Blanqui ou a revolução do pensamento que a Cosmologia provoca
Quebrar as barreiras entre os saberes e
permitir que o encantamento do cosmos
volte a se integrar em nosso cotidiano
O escritor Louis-Auguste Blanqui é mais conhecido pelos historiadores por sua ação revolucionária que lhe causou mais de vinte anos de reclusão nas penitenciárias da monarquia francesa do século19.
Em sua última estadia na prisão, Blanqui escreveu um texto, publicado no primeiro trimestre de 1872 que se afasta completamente de suas incursões literárias anteriores e que deu por titulo L’éternité par les astres, o que foi considerado desde então como uma singularidade estranha em seu percurso revolucionário.
A acreditar na versão de Fabrizio Desideri que, em 1983, prefacia sua versão para o italiano, Blanqui teria usado o universo como um refúgio, um modo de não se deixar engolir pela desesperança e a loucura nesses últimos anos de sua vida na prisão.
Em suas próprias palavras Blanqui anuncia que esse livro deve ser entendido como um sonho, um sonho de um prisioneiro. Não se deve procurar nesse seu texto um verdadeiro ensaio de astronomia, mas sim imaginar a que grau de tensão a solidão da prisão política, da perda da liberdade por uma idealização da sociedade, do comportamento humano, pode levar a mente humana. Desprovido de liberdade, Blanqui se volta para os astros, para as estrelas e produz uma “cosmologia fantástica”.
Uma simples leitura de seu texto permite entender quão longe ele deixou seu pensamento flutuar.

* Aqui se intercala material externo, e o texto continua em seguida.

describe('POST /api/v1/calc/stability', () => {
  it('reproduces the NIST SP 1065 1000-point OADEV, MDEV and TDEV table (p. 107–108)', async () => {
    const res = await post('stability', { tau0Seconds: 1, fractionalFrequency: nbs1000(), tauSeconds: [1, 10, 100] });
    expect(res.status).toBe(200);
    const [p1, p10, p100] = res.body.points;
    // Tolerance 1e-4 relative, as in the published test files quoting the table.
    expect(rel(p1.adev, 2.922319e-1)).toBeLessThan(1e-4);
    expect(rel(p10.adev, 9.159953e-2)).toBeLessThan(1e-4);
    expect(rel(p100.adev, 3.241343e-2)).toBeLessThan(1e-4);
    expect(rel(p10.mdev, 6.172376e-2)).toBeLessThan(1e-4);
    expect(rel(p100.mdev, 2.170921e-2)).toBeLessThan(1e-4);
    expect(rel(p1.tdev, 1.687202e-1)).toBeLessThan(1e-4);
    expect(rel(p10.tdev, 3.563623e-1)).toBeLessThan(1e-4);
    expect(rel(p100.tdev, 1.253382)).toBeLessThan(1e-4);
    expect(res.body.points.map((p: { tauSeconds: number }) => p.tauSeconds)).toEqual([1, 10, 100]);
    // The chi-square interval brackets the estimate (common practice).
    expect(p10.adevLow).toBeLessThan(p10.adev);
    expect(p10.adevHigh).toBeGreaterThan(p10.adev);
    expect(p1.n).toBe(999); // N − 2m overlapping terms with N = 1001 phase points (SP 1065 §5.2.4)
  });

  it('accepts phase data: the SP 1065 10-point phase set (NIST SP 1065 p. 107)', async () => {
    const x = [0, 103.11111, 123.22222, 157.33333, 166.44444, 48.55555, -96.33333, -2.22222, 111.88889, 0];
    const res = await post('stability', { tau0Seconds: 1, phaseSeconds: x, tauSeconds: [1, 2] });
    expect(res.status).toBe(200);
    expect(rel(res.body.points[0].adev, 91.22945)).toBeLessThan(1e-5);
    expect(rel(res.body.points[1].adev, 85.95287)).toBeLessThan(1e-5);
    expect(rel(res.body.points[1].mdev, 74.78849)).toBeLessThan(1e-5);
    expect(rel(res.body.points[1].tdev, 86.35831)).toBeLessThan(1e-5);
  });

  it('uses octave τ by default and refuses τ that is not a multiple of τ0', async () => {
    const res = await post('stability', { tau0Seconds: 2, fractionalFrequency: nbs1000() });
    expect(res.body.points.map((p: { tauSeconds: number }) => p.tauSeconds)).toEqual([2, 4, 8, 16, 32, 64, 128, 256, 512]);
    const bad = await post('stability', { tau0Seconds: 2, fractionalFrequency: nbs1000(), tauSeconds: [4, 5] });
    expect(bad.status).toBe(400);
    expect(bad.body.issues[0].path).toBe('body.tauSeconds.1');
    const both = await post('stability', { tau0Seconds: 1, fractionalFrequency: [1, 2, 3], phaseSeconds: [1, 2, 3, 4] });
    expect(both.status).toBe(400);
    expect(both.body.issues[0].path).toBe('body.fractionalFrequency');
  });

  it('takes 200 000 samples in one JSON body (the documented maximum; tests/api/calc-limits.test.ts refuses one more)', async () => {
    const y = Array.from({ length: 200_000 }, (_, i) => Math.sin(i * 0.7) * 1.234567890123e-15);
    const res = await post('stability', { tau0Seconds: 1, fractionalFrequency: y, tauSeconds: [1, 1000] });
    expect(res.status).toBe(200);
    expect(res.body.points).toHaveLength(2);
    expect(res.body.points[0].n).toBe(199_999);
  }, 60_000);
});

describe('POST /api/v1/calc/normal-gravity', () => {
  it('matches Somigliana on GRS80 at 0°, 45° and 90° (Moritz 2000; computed from the closed formula with mpmath at 40 digits)', async () => {
    for (const [lat, gamma] of [[0, 9.78032677153], [45, 9.80619920252], [90, 9.83218636852]]) {
      const res = await post('normal-gravity', { latitudeDeg: lat });
      expect(res.status).toBe(200);
      expect(Math.abs(res.body.gravity - gamma)).toBeLessThan(1e-10);
      expect(res.body.meanGravityToHeight).toBe(res.body.gravity); // height 0: the mean is the surface value
    }
  });

  it('applies the second-order height formula (H&M 1967 eq. 2-124, equation number from memory; 45°, 1000 m computed with mpmath)', async () => {
    const res = await post('normal-gravity', { latitudeDeg: 45, heightM: 1000 });
    expect(Math.abs(res.body.gravity - 9.80311437625)).toBeLessThan(1e-10);
    // The mean along the plumb line lies half-way in the (nearly linear) free-air decrease: common practice.
    expect(Math.abs(res.body.meanGravityToHeight - (9.80619920252 + 9.80311437625) / 2)).toBeLessThan(1e-6);
  });
});

describe('POST /api/v1/calc/geodesic', () => {
  const grs80 = new geodesicLib.Geodesic.Geodesic(6_378_137, 1 / 298.257222100883);
  it('agrees with GeographicLib (geographiclib-geodesic, Karney 2013) run on GRS80, and with the published WGS84 cases to their rounding', async () => {
    // GeodSolve0 (GeographicLib test suite, WGS84): s = 5 853 226 m ± 0.5 m, α1 = 53.47022°, α2 = 111.59367° (Karney 2013, J Geod 87:43).
    // GRS80 and WGS84 differ by 1.6e-11 in f, i.e. < 0.1 mm over this line, far below the published rounding.
    const res = await post('geodesic', { from: { latitudeDeg: 40.6, longitudeDeg: -73.8 }, to: { latitudeDeg: 49.01666667, longitudeDeg: 2.55 } });
    expect(res.status).toBe(200);
    expect(Math.abs(res.body.distanceM - 5_853_226)).toBeLessThan(0.5);
    expect(Math.abs(res.body.azimuthFromDeg - 53.47022)).toBeLessThan(0.5e-5);
    expect(Math.abs(res.body.azimuthToDeg - 111.59367)).toBeLessThan(0.5e-5);
    const ref = grs80.Inverse(40.6, -73.8, 49.01666667, 2.55);
    expect(Math.abs(res.body.distanceM - ref.s12!)).toBeLessThan(1e-8);

    // Karney 2013 near-antipodal inverse (WGS84): s = 19 989 832.827610 m, α1 = 161.890524736°, α2 = 18.090737246°.
    const anti = await post('geodesic', { from: { latitudeDeg: -30, longitudeDeg: 0 }, to: { latitudeDeg: 29.9, longitudeDeg: 179.8 } });
    expect(Math.abs(anti.body.distanceM - 19_989_832.82761)).toBeLessThan(0.005);
    expect(Math.abs(anti.body.azimuthFromDeg - 161.890524736)).toBeLessThan(1e-6);
    expect(Math.abs(anti.body.azimuthToDeg - 18.090737246)).toBeLessThan(1e-6);
    const antiRef = grs80.Inverse(-30, 0, 29.9, 179.8);
    expect(Math.abs(anti.body.distanceM - antiRef.s12!)).toBeLessThan(1e-8);
    expect(Math.abs(anti.body.azimuthFromDeg - antiRef.azi1!)).toBeLessThan(1e-12);
  });

  it('gives the GRS80 meridian quadrant from the equator to the pole (Moritz 2000: Q = 10 001 965.7293 m [from memory])', async () => {
    const res = await post('geodesic', { from: { latitudeDeg: 0, longitudeDeg: 10 }, to: { latitudeDeg: 90, longitudeDeg: 10 } });
    expect(Math.abs(res.body.distanceM - 10_001_965.7293)).toBeLessThan(0.001);
    expect(res.body.azimuthFromDeg).toBeCloseTo(0, 10);
  });

  it('refuses a latitude beyond the pole, naming the field', async () => {
    const res = await post('geodesic', { from: { latitudeDeg: 91, longitudeDeg: 0 }, to: { latitudeDeg: 0, longitudeDeg: 0 } });
    expect(res.status).toBe(400);
    expect(res.body.issues[0].path).toBe('body.from.latitudeDeg');
  });
});

describe('POST /api/v1/calc/transform', () => {
  it('geographic → geocentric: EPSG GN 7-2 §4.1.1 example (method 9602, WGS 84)', async () => {
    // φ = 53°48′33.820″N, λ = 2°07′46.380″E, h = 73 m → X 3 771 793.968, Y 140 253.342, Z 5 124 304.349 m.
    const lat = 53 + 48 / 60 + 33.82 / 3600;
    const lon = 2 + 7 / 60 + 46.38 / 3600;
    const res = await post('transform', { from: 'EPSG:4979', to: 'EPSG:4978', coordinates: [lon, lat, 73] });
    expect(res.status).toBe(200);
    const [x, y, z] = res.body.coordinates;
    expect(Math.abs(x - 3_771_793.968)).toBeLessThan(0.002);
    expect(Math.abs(y - 140_253.342)).toBeLessThan(0.002);
    expect(Math.abs(z - 5_124_304.349)).toBeLessThan(0.002);
    // Geocentric CRSs have axes X, Y, Z in metres (EPSG GN 7-2 §4.1.1).
    expect(res.body.axes).toEqual([{ name: 'X', unit: 'm' }, { name: 'Y', unit: 'm' }, { name: 'Z', unit: 'm' }]);
  });

  it('transverse Mercator: EPSG GN 7-2 method 9807 example (OSGB 1936 / British National Grid, k0 as printed 0.9996013)', async () => {
    // φ = 50°30′N, λ = 0°30′E → E = 577 274.99 m, N = 69 740.50 m (EPSG Guidance Note 7-2, method 9807 example).
    const airy = '+proj=longlat +a=6377563.396 +rf=299.3249646 +no_defs';
    const bng = '+proj=tmerc +lat_0=49 +lon_0=-2 +k=0.9996013 +x_0=400000 +y_0=-100000 +a=6377563.396 +rf=299.3249646 +units=m +no_defs';
    const res = await post('transform', { from: airy, to: bng, coordinates: [0.5, 50.5] });
    expect(res.status).toBe(200);
    expect(res.body.coordinates).toHaveLength(2);
    expect(Math.abs(res.body.coordinates[0] - 577_274.99)).toBeLessThan(0.01);
    expect(Math.abs(res.body.coordinates[1] - 69_740.5)).toBeLessThan(0.01);
    // A projected CRS gives easting and northing in metres (EPSG GN 7-2 method 9807).
    expect(res.body.axes.map((a: { name: string; unit: string }) => a.unit)).toEqual(['m', 'm']);
    expect(res.body.axes[0].name).toMatch(/^Easting/);
  });

  it('refuses an unknown CRS naming body.from', async () => {
    const res = await post('transform', { from: 'EPSG:999999', to: 'EPSG:4978', coordinates: [0, 0] });
    expect(res.status).toBe(400);
    expect(res.body.issues[0].path).toBe('body.from');
  });
});

describe('POST /api/v1/calc/tide', () => {
  it('returns the clock tidal potential: sizes as published, and tide-free − mean-tide = (1 + k2 − h2)·W_perm', async () => {
    const epochs = Array.from({ length: 30 * 24 }, (_, i) => new Date(Date.UTC(2026, 0, 1) + i * 3_600_000).toISOString());
    const site = { latitudeDeg: 52.3, longitudeDeg: 7.4, heightM: 100 };
    const mean = await post('tide', { site, epochs });
    expect(mean.status).toBe(200);
    expect(mean.body.tideSystem).toBe('mean-tide');
    expect(mean.body.potential).toHaveLength(epochs.length);
    const w: number[] = mean.body.potential;
    // Tidal potential amplitudes reach about 3 m²/s² (EMRP ITOC project page; Voigt et al. 2016): the clock potential is
    // of that order (a single peak with Moon and Sun aligned may exceed it slightly) and swings by more than 1 m²/s² over a month.
    expect(Math.max(...w.map(Math.abs))).toBeLessThan(4);
    expect(Math.max(...w) - Math.min(...w)).toBeGreaterThan(1);
    expect(mean.body.fractionalFrequency[0]).toBeCloseTo(-w[0] / 299_792_458 ** 2, 30);

    const free = await post('tide', { site, epochs: epochs.slice(0, 3), tideSystem: 'tide-free' });
    // W_perm(52.3°) ≈ −0.85 m²/s², computed from Ekman (1989, Bull. Géod. 63:281) γ·(0.099 − 0.296 sin²φ) m;
    // 1 + k2 − h2 = 0.68745 with elastic k2 = 0.29525 (IERS Conventions 2010, Table 6.3) and h2 = 0.6078 (§7.1.1).
    const shift = free.body.potential[0] - w[0];
    expect(Math.abs(shift - 0.68745 * -0.85)).toBeLessThan(0.01);
  });

  it('refuses a malformed epoch, naming its index', async () => {
    const res = await post('tide', { site: { latitudeDeg: 1, longitudeDeg: 2, heightM: 0 }, epochs: ['2026-01-01T00:00:00Z', 'yesterday'] });
    expect(res.status).toBe(400);
    expect(res.body.issues[0].path).toBe('body.epochs.1');
  });
});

O inteiro universo, diz Blanqui, é estruturado a partir de uns poucos elementos fundamentais que compõem as estrelas e tudo mais. Esses corpos se estendem por um espaço infinito e um tempo infinito. Tudo se passa como se eu e todos nós repetíssemos as mesmas atividades através dos astros, como cópias de nossas ações, de nossas existências, por todo o universo e sempre.
Esse universo estático, sem evolução, repetindo indefinidamente cada ação minha e de todos e tudo, cria uma desesperança que só pode ser quebrada pela inesperada aparição de uma bifurcação, da introdução de uma história no cosmos, capaz de violar ostensivamente esse destino que se pretendia inevitável imposto pela sociedade (o que hoje chamariamos establishment). O processo revolucionário, a ação contra o despótico poder central, só ganha sentido e uma força interna maior, se olharmos para os céus, e deixarmos as estrelas seguirem outros caminhos que aqueles que os astrônomos lhes impõem. A eternidade imperturbável recita ao infinito, e sempre, a mesma representação.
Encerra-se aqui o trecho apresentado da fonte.